只要稍微噴吐一些熱氣,就會酥酥麻麻的,充了血,耳垂都是紅艷艷的,輕易暴露著她內心的思緒。
并不像她表面上那么無波無瀾。
偏偏姜未卻不放過她,渾然未覺一般,只是朝她耳朵里輕輕吹著氣,一口接一口,伴著嬌嫩的輕笑,如同發現了一個極好玩的玩具一般,怎么也停不下來。
褚漾只覺得腦袋暈暈乎乎的,霎時間血液都往某處凝結,涌動的比她想象的還快,禁欲了二十七年,她的防線早就脆弱不堪一擊。
很難堪地,就在姜未進門的第一分鐘,褚漾覺得自己有必要去洗個澡。
不然的話,再過會可能就需要拖個地了。
她本能地低頭看了一眼自己的霧霾藍長裙,還好,還能撐不少時候。
只是再這樣下去,她覺得自己可能就控制不住,要對姜未做些什么了。
姜未偏偏還在她耳邊調笑著,煽風點火“你在吃林池的醋”
呼吸細細,笑聲嬌嬌,褚漾頭腦一陣暈眩,怎么也受不住這樣的撩撥。
姜未手上的戒指炫得她眼花,她迷迷瞪瞪地想,既然舉行了婚禮,那就是她的妻子了吧。
是妻子,那就可以履行妻妻義務了吧。
邏輯上好像沒有任何問題。
透過茶褐色眼鏡,褚漾眼眸沉了沉,在姜未第若干次不知死活貼過來的時候,猛地雙臂發力,將她整個人打橫抱起,往臥室的方向走。
姜未驚呼出聲,驟然變成公主抱的姿勢,她下意識雙臂環繞上褚漾脖頸,胸口更是暴露在褚漾眼皮底下,一覽無遺。

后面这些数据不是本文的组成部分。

import { redirect } from 'react-router'
import type { Route } from './+types/sign-out'
import { auth } from '#app/.server/auth.ts'
import { resolveActor } from '#app/.server/context.ts'
import { db } from '#app/.server/db/client.ts'
import { clientAddress, recordAudit } from '#app/.server/services/audit.ts'

export async function loader() {
	return redirect('/')
}

export async function action({ request }: Route.ActionArgs) {
	const actor = await resolveActor(request)
	if (!actor) return redirect('/sign-in')
	const { headers } = await auth().api.signOut({ headers: request.headers, returnHeaders: true })
	await recordAudit(db, {
		actor: { id: actor.id, label: actor.email },
		action: 'user.signed-out',
		entityType: 'user',
		entityId: actor.id,
		ipAddress: clientAddress(request),
	})
	return redirect('/sign-in', { headers })
}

雪白修長的脖頸,精致的鎖骨,還有櫻紅的雙唇,隨便一瞟,都是動人風景。
姜未沒有刻意減肥,身材勻稱,該有肉的地方一處不少,臀部的手感也好得出奇,但抱在懷里還是感覺輕飄飄的。
褚漾用了些力氣,生怕姜未會突然從懷中飛走一般。
姜未顫顫巍巍地坐在褚漾胳膊上,一步一顛,只感覺從玄關到臥室的路格外漫長。
她哼唧了一聲,有些受不住地別過臉去,嬌嬌怯怯地問“突然抱我干嘛呀”
褚漾低低喘著氣,顧不上回答她的問題,只覺得體溫迅速升高,渾身上下都在發燙。
讓她不碰姜未,就好像香噴噴的一塊肉骨頭,放在餓了一個月的狗面前一樣。
簡直是不可能的事情。
褚漾痛苦地閉上眼,為自己的沒出息,輕易被欲念所掌控,又為自己這一次的放縱而吃驚。
她多想將姜未變成她一個人的,想到心口都在灼燒得發疼。
“未未。”褚漾低聲喚。
姜未模模糊糊地應了一聲。
“未未。”褚漾再喚。
姜未從喉嚨里嗯了一聲。
“未未。”褚漾每走一步,都喃喃地叫她。
姜未終于受不住,有些惱火地叫出聲來“一直叫我干什么”
說到最后,尾音發著軟,幾乎已經帶上了哭腔。
她知道褚漾下一步會做什么,所以格外的期待,也格外的緊張。
身體在褚漾懷里瑟縮起來,明明地暖熱氣撲面,她還是覺得有些冷。